Una insolita Roma per Matteo Nucci


Matteo Nucci è da poche settimane in libreria con “E’ giusto obbedire alla notte”, il suo ultimo romanzo con il quale la casa editrice Ponte alle Grazie concorre al Premio Strega 2017.

Nucci, non nuovo a questa kermesse letteraria, poco incline all’idea che l’importante sia partecipare, porta in concorso una storia difficile e a tratti dura, come sempre ancorata alla sua passione per il mondo classico.

Profondo conoscitore  del pensiero degli antichi e degli eroi che ne sono derivati, ne ha celebrato le caratteristiche più intime e meno consuete, come il pianto che il mondo moderno ha bandito dall’universo maschile dimenticandone la reale portata (“Le lacrime degli eroi”).

Pur senza entrare nello specifico della saggistica da lui prodotta, l’autore ha rivelato sempre, anche se in modo indiretto, il legame indissolubile che lo tiene unito all’antica civiltà greca, emergente nello scegliere la Grecia come meta di riferimento di un viaggio alla ricerca di verità profonde (lo compie Lorenzo, il protagonista di “Sono comuni le cose degli amici”), o l’antica tauromachia come ancestrale attività ludica da coniugare alla moderna pratica della corrida (“Il toro non sbaglia mai”).

Ed ora tocca ad Omero donare in prestito a Matteo Nucci un suo verso, che lo scrittore trasforma nel titolo dell’ultimo lavoro: che fosse giusto obbedire alla notte lo sapevano già gli uomini che si scontravano in duelli mortali sui campi di battaglia più di tremila anni fa, perché sprofondare nella vastità del buio è necessario per poter ancora ritornare alla luce.

L’umanità semplice dei personaggi di Matteo Nucci

Non sono certo eroi nel senso profondo del termine i personaggi che popolano le pagine di Nucci: rappresentano invece un’umanità sfilacciata, ricomponibile a stento in un quadro d’insieme, caratterizzati come sono da qualità bizzarre, da comportamenti scostanti, da gesti e parole ripetitivi ma densi di significato per coloro a cui appartengono.
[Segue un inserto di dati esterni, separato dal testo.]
impl Component {
    /// The component's transfer on its modes.
    pub fn matrix(&self) -> DMatrix<Complex64> {
        let a = 10f64.powf(-self.loss_db / 20.0);
        match &self.kind {
            Kind::Cell { cell, .. } => cell.rail_block().map(|z| z * a),
            Kind::Crossing { .. } => crossing_matrix(self.phase_rad).map(|z| z * a),
            Kind::Terminator { .. } => DMatrix::identity(self.modes.len(), self.modes.len()),
            Kind::Port { .. } => DMatrix::identity(1, 1),
            _ => DMatrix::from_element(1, 1, Complex64::from_polar(a, self.phase_rad)),
        }
    }
}

/// One column of the per-column table.
#[derive(Clone, Debug, PartialEq)]
pub struct ColumnRow {
    pub index: usize,
    pub x_um: f64,
    pub length_um: f64,
    pub phase_section_um: f64,
    pub lead_um: f64,
    pub cell_um: f64,
    pub cells: usize,
    /// Crossings (full swaps and the local strategy's routing swaps).
    pub swaps: usize,
    pub phase_shifters: usize,
    pub heater_power_mw: f64,
}

/// What the netlist says of the process the chip was built on.
#[derive(Clone, Debug)]
pub struct ProcessInfo {
    pub name: String,
    pub wavelength_um: f64,
    pub width_nm: f64,
    pub thickness_nm: f64,
    pub neff: f64,
    pub group_index: f64,
    /// `full_vector`, `effective_index` or `table`.
    pub model: String,
    /// Where the law came from (a shipped solution, a file, this run).
    pub from: String,
    /// The law's knots: ln k is a natural cubic spline through them, with
    /// straight continuations beyond the ends (process/coupling.rs).
    pub gaps_nm: Vec<f64>,
    pub k_per_um: Vec<f64>,
    pub k_ref_per_um: f64,
    pub g_ref_nm: f64,
    pub g_c_nm: f64,
    pub fit_rms: f64,
    pub min_gap_nm: f64,
    pub min_bend_radius_um: f64,
    pub min_width_nm: f64,
    pub propagation_db_per_cm: f64,
    pub bend_db: f64,
    pub p_pi_mw: f64,
    /// Layers, heater drawing and rule deck of layout.gds.
    pub mask: crate::process::spec::MaskSpec,
    /// Width step of a passive phase shifter's widened section, nm.
    pub passive_step_nm: f64,
}

impl ProcessInfo {
    pub fn of(p: &Process, c: &Characterisation) -> ProcessInfo {
        let law = c.law();
        let fig = c.mode.as_ref();
        ProcessInfo {
            name: p.name.clone(),
            wavelength_um: p.wavelength_um,
            width_nm: p.width_nm,
            thickness_nm: p.film.thickness_um * 1e3,
            neff: fig.map_or(f64::NAN, |f| f.neff),
            group_index: fig.map_or(f64::NAN, |f| f.group_index),
            model: c.model.clone(),
            from: crate::report::process::solution_origin(p, c),
            gaps_nm: law.table.gaps_nm.clone(),
            k_per_um: law.table.k_per_um.clone(),
            k_ref_per_um: law.fit.k_ref_per_um,
            g_ref_nm: law.fit.g_ref_nm,
            g_c_nm: law.fit.g_c_nm,
            fit_rms: law.fit.fit_rms,
            min_gap_nm: p.rules.min_gap_nm,
            min_bend_radius_um: p.rules.min_bend_radius_um,
            min_width_nm: p.rules.min_width_nm,
            propagation_db_per_cm: p.loss.propagation_db_per_cm,
            bend_db: p.loss.bend_db,
            p_pi_mw: p.thermal.p_pi_mw,
            mask: p.mask.clone(),
            passive_step_nm: p.passive.width_step_nm,
        }
    }
}

#[derive(Clone, Debug)]
pub struct Floorplan {
    pub chip: String,
    pub process: ProcessInfo,
    pub strategy: &'static str,
    pub mesh: &'static str,
    /// What the chip should do (the network's unitary), mode order.
    pub target: DMatrix<Complex64>,
    pub modes: Vec<String>,
    pub pitch_um: f64,
    pub guide_width_nm: f64,
    pub tuning: Tuning,
    pub cell_kind: CellKind,
    /// Sorted by x, then by mode.
    pub components: Vec<Component>,
    pub columns: Vec<ColumnRow>,
    /// The final phase section (after the last column).
    pub final_section: ColumnRow,
    pub length_um: f64,
    pub width_um: f64,
    pub heater_power_mw: f64,
    pub beta_per_um: f64,
    /// Loss of every mode's path with and without its balancing sections, dB.
    pub path_loss_db: Vec<f64>,
    pub path_loss_unbalanced_db: Vec<f64>,
    /// Rails whose S-bend would have to move outwards (the cell's end gap
    /// does not fit in the pitch): (component id, offset um).
    pub outward_bends: Vec<(String, f64)>,
}

impl Floorplan {
    pub fn footprint_mm2(&self) -> f64 {
        self.length_um * self.width_um * 1e-6
    }

    pub fn y_of(&self, mode: usize) -> f64 {
        rail_y(self.modes.len(), mode, self.pitch_um)
    }

    /// The product of the components' matrices in x order.
    pub fn transfer(&self) -> DMatrix<Complex64> {
        self.transfer_with(&[])
    }

    /// The transfer with the rail blocks of some cells replaced (component
    /// index, block before the component's loss): a fabricated chip.
    pub fn transfer_with(&self, blocks: &[(usize, DMatrix<Complex64>)]) -> DMatrix<Complex64> {
        let n = self.modes.len();
        let mut u = DMatrix::<Complex64>::identity(n, n);
        let by_component: std::collections::HashMap<usize, &DMatrix<Complex64>> =
            blocks.iter().map(|(k, b)| (*k, b)).collect();
        for (i, c) in self.components.iter().enumerate() {
            if c.modes.is_empty() || matches!(c.kind, Kind::Terminator { .. } | Kind::Port { .. }) {
                continue;
            }
            let m = match by_component.get(&i) {
                Some(b) => b.map(|z| z * 10f64.powf(-c.loss_db / 20.0)),
                None => c.matrix(),
            };
            apply_rows(&mut u, &c.modes, &m);
        }
        u
    }
}

fn apply_rows(u: &mut DMatrix<Complex64>, modes: &[usize], m: &DMatrix<Complex64>) {
    let k = modes.len();
    let mut old = vec![Complex64::new(0.0, 0.0); k];
    for col in 0..u.ncols() {
        for (i, &r) in modes.iter().enumerate() {
            old[i] = u[(r, col)];
        }
        for (i, &r) in modes.iter().enumerate() {
            let mut acc = Complex64::new(0.0, 0.0);
            for (j, o) in old.iter().enumerate() {
                acc += m[(i, j)] * o;
            }
            u[(r, col)] = acc;
        }
    }
}

pub fn rail_y(n: usize, mode: usize, pitch: f64) -> f64 {
    (n - 1 - mode) as f64 * pitch
}

/// An S-bend of lateral offset `d` and radius `r`: (x-length, path, angle).
pub fn s_bend(d_um: f64, r_um: f64) -> (f64, f64, f64) {
    let d = d_um.abs();
    if d < 1e-12 {
        return (0.0, 0.0, 0.0);
    }
    if d >= 2.0 * r_um {
        // Two quarter arcs and a straight run across.
        return (2.0 * r_um, PI * r_um + (d - 2.0 * r_um), PI / 2.0);
    }
    let alpha = (1.0 - d / (2.0 * r_um)).acos();
    (2.0 * r_um * alpha.sin(), 2.0 * r_um * alpha, alpha)
}

/// A cell's rails' centre-to-centre separation from the column's axis at
/// the cell's ends: (upper, lower), um from the midpoint between the rails.
pub(crate) fn entry_offsets_um(d: &CellDesign, width_nm: f64) -> (f64, f64) {
    let w = width_nm * 1e-3;
    match d {
        CellDesign::Geometric(r) => {
            let (gu, gl) = r.design.gaps_nm(0.0);
            (w + gu * 1e-3, w + gl * 1e-3)
        }
        CellDesign::Coupler(k) => {
            let half = (w + k.gap_nm * 1e-3 + 2.0 * rise_um(k)) / 2.0;
            (half, half)
        }
        CellDesign::Mzi(m) => {
            let half = (w + m.coupler.gap_nm * 1e-3 + 2.0 * rise_um(&m.coupler)) / 2.0;
            (half, half)
        }
    }
}

/// How far each guide of a coupler has moved at the end of its bends, um.
fn rise_um(k: &crate::cell::coupler::CouplerDesign) -> f64 {
    k.bend_reach_um * k.bend_reach_um / k.bend_radius_um / 2.0
}

/// A crossing's transfer: the rails exchanged, both with the phase of
/// their (equal) bent paths.
pub fn crossing_matrix(phase_rad: f64) -> DMatrix<Complex64> {
    let e = Complex64::from_polar(1.0, phase_rad);
    let z = Complex64::new(0.0, 0.0);
    DMatrix::from_row_slice(2, 2, &[z, e, e, z])
}

/// The realised block's phases: R ~ diag(e^{ia}, e^{ib}) S diag(1, e^{ic}).
fn block_phases(r: &DMatrix<Complex64>) -> (f64, f64, f64) {
    let b = r[(1, 0)].arg();
    if r[(0, 0)].norm() < 1e-4 {
        // theta = pi/2: only a + c is defined; take c = 0.
        ((-r[(0, 1)]).arg(), b, 0.0)
    } else {
        let a = r[(0, 0)].arg();
        (a, b, (-r[(0, 1)]).arg() - a)
    }
}

/// Per-column geometry, before placement.
struct ColumnGeometry {
    cells: Vec<PlacedCell>,
    crossings: Vec<PlacedCrossing>,
    /// Loss every rail of the column has (balancing sections make up the
    /// difference), dB, propagation apart.
    target_loss_db: f64,
    lead_um: f64,
    cell_um: f64,
    /// Per mode: lead-in and lead-out offsets (um, towards the cell axis)
    /// of rails in a cell; None for idle rails.
    offsets: Vec<Option<(f64, f64)>>,
    /// Per mode: the phase the column's leads and balancing add to the rail
    /// (rails in cells: lead-in, lead-out separately).
    lead_phase: Vec<(f64, f64)>,
    balance_offset_um: f64,
}

#[derive(Debug, thiserror::Error)]
pub enum PlaceError {
    #[error("the process has no mode figures to set the phases with")]
    NoMode,
}
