#[cfg(test)]
mod tests {
    //! The shipped solutions against this project's solver run now, and the
    //! stencil's quadratic against direct solves away from the nominal
    //! guide. Coarse grids and a few gaps keep each test to seconds.
    use super::*;
    use crate::process::eim::coupling_per_um;
    use crate::process::presets::{NAMES, preset};
    use crate::process::spec::CouplingSource;

    fn si220() -> (Process, Arc<Solution>) {
        let p = preset("si220_wire").unwrap();
        let s = shipped("si220_wire").unwrap();
        (p, s)
    }

    #[test]
    fn every_preset_ships_a_solution_of_its_own_guide() {
        for name in NAMES {
            let p = preset(name).unwrap();
            let s = shipped(name).unwrap();
            assert!(s.covers(&p).is_ok(), "{name}");
            let g = s.nominal().guide;
            assert_eq!(g.width_nm, p.width_nm, "{name}");
            assert!((g.thickness_nm - p.film.thickness_um * 1e3).abs() < 1e-9);
            assert!(matches!(p.coupling, CouplingSource::Solved { .. }));
            // The file round-trips exactly.
            assert_eq!(Solution::parse(&s.to_toml()).unwrap(), *s, "{name}");
            assert!(s.stats.is_none(), "files carry no solve figures");
        }
    }

    #[test]
    fn the_shipped_silicon_solution_is_what_the_solver_gives_now() {
        // The solver itself, on the shipped solution's grid and levels, at
        // the nominal guide: n_eff and k(200 nm) equal the shipped values
        // within their stated discretisation errors (they are the same
        // computation, so in practice to rounding). The values are also the
        // checks.md ones (computed independently): n_eff 2.4458 and
        // k(200 nm) 0.0416 rad/um within the 3e-3 and 10 %.
        let (p, s) = si220();
        let fv = FullVector::te_like(s.grid.spec());
        let c = fv
            .convergence(&p.film, &Strips::single(0.5), 1.55, LEVELS)
            .unwrap();
        let n = &s.nominal().neff;
        assert!((c.neff[0].extrapolated - n.value).abs() <= n.error);
        assert!((n.value - 2.4458).abs() < 3e-3);
        let i = s.gaps_nm.iter().position(|&g| g == 200.0).unwrap();
        let k = s.nominal().k_per_um[i];
        let got = FullVector {
            extrapolate: true,
            ..fv
        };
        let k_now = coupling_per_um(&got, &p.film, 0.5, 0.2, 1.55).unwrap();
        assert!((k_now - k.value).abs() <= k.error, "{k_now} vs {k:?}");
        assert!((k.value / 0.0416 - 1.0).abs() < 0.10);
    }

    #[test]
    fn the_stencil_predicts_a_guide_it_did_not_solve() {
        // 500 x 220 nm moved to 530 x 226 nm at 1565 nm (between the
        // stencil points, within its reach): the second-order Taylor
        // polynomial must match a direct solve there. Bounds: n_eff to 3e-4
        // (below the stated discretisation error, 5e-4; measured 1.3e-4,
        // where the per-axis quadratics alone miss by 1.0e-3: the mixed
        // terms matter), k(200 nm) to 0.5 %.
        let (mut p, s) = si220();
        p.width_nm = 530.0;
        p.film.thickness_um = 0.226;
        p.wavelength_um = 1.565;
        let local = s.at(&p).unwrap();
        let fv = FullVector {
            extrapolate: true,
            ..FullVector::te_like(s.grid.spec())
        };
        let n = fv
            .convergence(&p.film, &Strips::single(0.53), 1.565, LEVELS)
            .unwrap()
            .neff[0]
            .extrapolated;
        assert!((local.neff - n).abs() < 3e-4, "{} vs {n}", local.neff);
        let i = s.gaps_nm.iter().position(|&g| g == 200.0).unwrap();
        let k = coupling_per_um(&fv, &p.film, 0.53, 0.2, 1.565).unwrap();
        assert!(
            (local.k_per_um[i] / k - 1.0).abs() < 5e-3,
            "{} vs {k}",
            local.k_per_um[i]
        );
        // Group index and the sensitivities move with the guide: wider and
        // thicker guides confine more, so dn/dw falls.
        let nominal = s.at(&preset("si220_wire").unwrap()).unwrap();
        assert!(local.dneff_dw_per_nm < nominal.dneff_dw_per_nm);
        assert!((nominal.group_index - 4.18).abs() < 0.05);
    }

    #[test]
    fn a_guide_out_of_reach_or_of_other_materials_is_refused() {
        let (p, s) = si220();
        let mut wide = p.clone();
        wide.width_nm = 600.0;
        let e = s.covers(&wide).unwrap_err().to_string();
        assert!(
            e.contains("500 +- 40 nm wide") && e.contains("600.0 nm wide"),
            "{e}"
        );
        let mut air = p.clone();
        air.film.upper = crate::process::material::Material::Constant { index: 1.0 };
        assert!(
            s.covers(&air)
                .unwrap_err()
                .to_string()
                .contains("other materials")
        );
        assert!(s.at(&air).is_err());
    }

    #[test]
    fn broken_files_are_errors() {
        let (_, s) = si220();
        let text = s.to_toml();
        for (from, to) in [
            ("format = \"trilane-solution\"", "format = \"other\""),
            ("model = \"full_vector\"", "model = \"effective_index\""),
            ("levels = 2", "levels = 2\nextra = 1"),
        ] {
            assert!(
                Solution::parse(&text.replacen(from, to, 1)).is_err(),
                "{to}"
            );
        }
        // A stencil point in the wrong place.
        let moved = text.replacen("width_nm = 4.8e2", "width_nm = 4.7e2", 1);
        assert!(moved != text && Solution::parse(&moved).is_err());
        assert!(Solution::parse("").is_err());
    }
}
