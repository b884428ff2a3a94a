//! AST to circuit IR: name resolution, evaluation, definition expansion.
//!
//! One pass collects declarations (so a name may be used above the line that
//! declares it), a second walks the statements in order and expands user
//! definitions by substituting their formals, with a call stack that catches
//! recursion. Every problem becomes a diagnostic and elaboration goes on, so
//! one run reports all of a file's errors.

use super::expr::{self, Scope};
use super::gates::{self, QubitGate};
use super::units::Kind;
use super::*;
use crate::diagnostic::{Diagnostic, Diagnostics};
use crate::syntax::ast::{
    self, Apply, Define, Item, LaunchValue, MatrixSource, Operand, OperandKind, Stmt, StmtKind,
    UnitaryStmt,
};
use std::collections::{BTreeMap, BTreeSet};

/// Reads the files a circuit refers to (`unitary ... from "U.csv"`). Paths are
/// as written; the loader resolves them against the circuit file's folder.
pub trait FileLoader {
    fn load(&self, path: &str) -> Result<String, String>;
}

/// A loader for sources that have no folder (tests, standard input).
pub struct NoFiles;

impl FileLoader for NoFiles {
    fn load(&self, path: &str) -> Result<String, String> {
        Err(format!(
            "cannot read `{path}`: this source has no folder to read files from"
        ))
    }
}

/// The circuits of a file and the warnings found on the way.
#[derive(Clone, Debug)]
pub struct Program {
    pub circuits: Vec<Circuit>,
    pub warnings: Diagnostics,
}

/// The deepest nesting of definition uses.
pub const MAX_EXPANSION_DEPTH: usize = 64;
/// The most operations one chip may expand to.
pub const MAX_OPS: usize = 1_000_000;
/// The most uses of definitions one chip may expand.
pub const MAX_EXPANSION_STEPS: usize = 2_000_000;

pub const KEYWORDS: [&str; 23] = [
    "chip",
    "process",
    "dualrail",
    "mode",
    "ancilla",
    "launch",
    "herald",
    "detect",
    "require",
    "tolerance",
    "band",
    "define",
    "unitary",
    "on",
    "from",
    "at",
    "yield",
    "to",
    "in",
    "photon",
    "photons",
    "steps",
    "step",
];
In mezzo a loro si trova a vivere per scelta un uomo di cinquant’anni, Ippolito, chiamato il Dottore, allontanatosi dal centro di Roma per trovare una sorta di nuova identità legandosi alla periferia più degradata, quella che si crea dal nulla ovunque ci sia uno spazio libero per costruire un campo nomade, un’abitazione provvisoria, addirittura una trattoria improvvisata chiamata l’Anaconda e gestita da anguillari.

L’elemento comune e condiviso è il fiume, il Tevere che non scorre più tra argini costruiti dall’uomo a sua difesa, ma attraversa libero le campagne, tra anse e ristagni che fanno da sfondo alla vita di confine di chi qui vive.

Ippolito ha scelto di lasciarsi alle spalle il suo passato e la sua vita precedente per ricostruirne una nuova partendo dal basso, dall’infimo, calandosi tra coloro che mai aveva conosciuto in precedenza, riscoprendo come solo con una silenziosa ubbidienza alla notte del cuore si può sperare di riaprirsi alla luce.

Il fulcro del problema è questo, la chiave di lettura della scelta apparentemente assurda di Ippolito va ricercata nella volontà di credere che anche tra gli ultimi, anzi forse solo proprio in mezzo a loro, si possa ritrovare il sentiero da percorrere, smarrito a causa del dolore.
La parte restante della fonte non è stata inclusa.